Notice that we are storing the energy from the 9 volt battery as hydrogen and oxygen bubbles.
We could instead bubble hydrogen and oxygen from some other source over the electrodes, and still get electricity. Or we could produce hydrogen and oxygen during the day from solar power, and store the gasses, then use them in the fuel cell at night. We could also store the gasses in high pressure tanks in an electric car, and generate the electricity the car needs from a fuel cell.
How does it do that?
We have two things going on in this project — the electrolysis of water into hydrogen and oxygen gasses, and the recombining of the gasses to produce electricity. We will look into each step separately.
The electrode connected to the negative side of the battery has electrons that are being pushed by the battery. Four of the electrons in that electrode combine with four water molecules.
The four water molecules each give up a hydrogen atom, to form two molecules of hydrogen (H2), leaving four negatively charged ions of OH-.
Hydrogen gas bubbles form on the electrode, and the negatively charged OH- ions migrate away from the negatively charged electrode.
At the other electrode, the positive side of the battery pulls electrons from the water molecules. The water molecules split into positively charged hydrogen atoms (single protons), and oxygen molecules (O2). The oxygen molecules form bubbles at the electrode, and the protons migrate away from the positively charged electrode.
The protons eventually combine with the OH- ions from the negative electrode, and form water molecules again.
The Fuel Cell
When we remove the battery, the catalytic action of the platinum causes the hydrogen (H2) molecules to break up, forming positively charged hydrogen ions (H+, or protons), and electrons.
The electrons do not recombine with the protons because they are attracted to the electrode, which is positively charged due to the reaction happening at the opposite electrode.
At that other electrode, the oxygen molecules in bubbles on the platinum surface draw electrons from the metal, and then combine with the hydrogen ions (from the reaction at the other electrode) to form water.

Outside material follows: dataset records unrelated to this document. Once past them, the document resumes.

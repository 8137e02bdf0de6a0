"""The journal of solved tasks: what was written to its end is known again, and nothing else."""

from __future__ import annotations

import json
from pathlib import Path
from typing import Any

import pytest

from certify.certificate import Spool
from certify.claims import HomologyClaim, prove
from certify.claims.base import Claim, Solved, Task, solve
from certify.claims.characters import CharacterClaim
from certify.claims.journal import Journal
from certify.errors import BadInput
from certify.exact import AbelianGroup
from certify.simplicial import build
from tests.helpers import certificate_of, disc_product

CLAIM = HomologyClaim(disc_product(build("projective-plane"), 1))
CHARACTER = CharacterClaim(disc_product(build("polygon", n=5), 1), 1, ((2, 3, 4, 5, 1),))
HUGE = AbelianGroup(10**5000, (2, 2 * 10**5000))


def solutions(claim: Claim[Any]) -> list[Solved]:
    """Return the solutions of all tasks of a claim."""
    return [solve(task) for task in claim.tasks()]


def journalled(path: Path, claim: Claim[Any], some: list[Solved]) -> None:
    """Write solutions to a journal, as a run does that ends there."""
    with Journal(path, claim) as journal:
        assert list(journal.known()) == []
        for solution in some:
            journal.add(solution)


@pytest.mark.parametrize("claim", [CLAIM, CHARACTER], ids=["homology", "character"])
def test_solutions_are_known_again(tmp_path: Path, claim: Claim[Any]) -> None:
    all_of_them = solutions(claim)
    assert len(all_of_them) > 3
    journalled(tmp_path / "a", claim, all_of_them)
    with Journal(tmp_path / "a", claim) as journal:
        assert list(journal.known()) == all_of_them


def test_large_numbers_are_known_again(tmp_path: Path) -> None:
    solution: Solved = (b'{"x":1}\n', (AbelianGroup(), HUGE), (-(10**5000), 7))
    journalled(tmp_path / "a", CLAIM, [solution, (None, (), ())])
    with Journal(tmp_path / "a", CLAIM) as journal:
        assert list(journal.known()) == [solution, (None, (), ())]


@pytest.mark.parametrize(
    "damage",
    [
        lambda data: data[:-1],
        lambda data: data[:-20],
        lambda data: data + b"[1,",
        lambda data: data + b"\0" * 4096,
        lambda data: data + b"nonsense\n",
        lambda data: data[:-9] + b"7" + data[-8:],
    ],
    ids=["no line feed", "torn", "begun", "zeros", "a line of something else", "a flipped digit"],
)
def test_what_was_not_written_to_its_end_is_forgotten(tmp_path: Path, damage: object) -> None:
    path = tmp_path / "a"
    some = solutions(CLAIM)[:3]
    journalled(path, CLAIM, some)
    assert callable(damage)
    path.write_bytes(damage(path.read_bytes()))
    with Journal(path, CLAIM) as journal:
        known = list(journal.known())
        assert known == some[: len(known)]
        assert len(known) >= 2
        for solution in solutions(CLAIM)[len(known) :]:
            journal.add(solution)
    with Journal(path, CLAIM) as journal:
        assert list(journal.known()) == solutions(CLAIM)


def test_a_journal_that_was_torn_in_its_first_line_begins_again(tmp_path: Path) -> None:
    path = tmp_path / "a"
    journalled(path, CLAIM, [])
    path.write_bytes(path.read_bytes()[:-5])
    journalled(path, CLAIM, solutions(CLAIM)[:1])
    with Journal(path, CLAIM) as journal:
        assert len(list(journal.known())) == 1


def test_tasks_that_are_known_are_not_solved_again(tmp_path: Path, monkeypatch: pytest.MonkeyPatch) -> None:
    count = 5
    journalled(tmp_path / "a", CLAIM, solutions(CLAIM)[:count])
    solved: list[Task] = []

    def counting(task: Task) -> Solved:
        solved.append(task)
        return solve(task)

    monkeypatch.setattr("certify.claims.proof.solve", counting)
    path = tmp_path / "claim.cert.jsonl"
    with Spool() as spool, Journal(tmp_path / "a", CLAIM) as journal:
        prove(CLAIM, spool, journal=journal).write(path, {"claim": "claim"})
    assert len(solved) == len(list(CLAIM.tasks())) - count
    monkeypatch.undo()
    assert path.read_bytes() == certificate_of(CLAIM)


@pytest.mark.parametrize(
    "other",
    [
        HomologyClaim(disc_product(build("projective-plane"), 2)),
        HomologyClaim(disc_product(build("torus"), 1)),
        HomologyClaim(disc_product(build("projective-plane"), 1), degrees=(1,)),
        HomologyClaim(disc_product(build("projective-plane"), 1), route="orbits"),
    ],
    ids=["pair", "complex", "degrees", "route"],
)
def test_the_state_of_another_claim_is_refused_and_left(tmp_path: Path, other: HomologyClaim) -> None:
    path = tmp_path / "a"
    journalled(path, CLAIM, solutions(CLAIM)[:2])
    before = path.read_bytes()
    with pytest.raises(BadInput, match="expected the state of this claim"):
        Journal(path, other)
    assert path.read_bytes() == before


def test_claimed_groups_do_not_matter(tmp_path: Path) -> None:
    """Whoever corrects a false claim after hours of work does not lose them."""
    journalled(tmp_path / "a", CLAIM, solutions(CLAIM)[:2])
    claimed = HomologyClaim(CLAIM.product, groups={0: AbelianGroup(7)})
    with Journal(tmp_path / "a", claimed) as journal:
        assert len(list(journal.known())) == 2


def test_another_version_of_certify_may_work_otherwise(tmp_path: Path, monkeypatch: pytest.MonkeyPatch) -> None:
    journalled(tmp_path / "a", CLAIM, [])
    monkeypatch.setattr("certify.claims.journal.__version__", "9.9")
    with pytest.raises(BadInput, match="by this version of certify"):
        Journal(tmp_path / "a", CLAIM)


def test_two_runs_do_not_write_one_journal(tmp_path: Path) -> None:
    with Journal(tmp_path / "a", CLAIM), pytest.raises(BadInput, match="another run is writing to"):
        Journal(tmp_path / "a", CLAIM)


def test_a_journal_that_cannot_be_made_is_refused(tmp_path: Path) -> None:
    (tmp_path / "file").write_text("x", encoding="utf-8")
    with pytest.raises(BadInput, match="expected a place that can be written"):
        Journal(tmp_path / "file" / "a", CLAIM)


def test_the_first_line_names_the_work(tmp_path: Path) -> None:
    journalled(tmp_path / "a", CLAIM, [])
    (line,) = (tmp_path / "a").read_bytes().splitlines()
    _, title = json.loads(line)
    assert sorted(title) == ["claim", "version"]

The oxygen electrode has lost two electrons to each oxygen molecule. The hydrogen electrode has gained two electrons from each hydrogen molecule. The electrons at the hydrogen electrode are attracted to the positively charged oxygen electrode. Electrons travel more easily in metal than in water, so the current flows in the wire, instead of the water. In the wire, the current can do work, such as lighting a bulb, or moving a meter.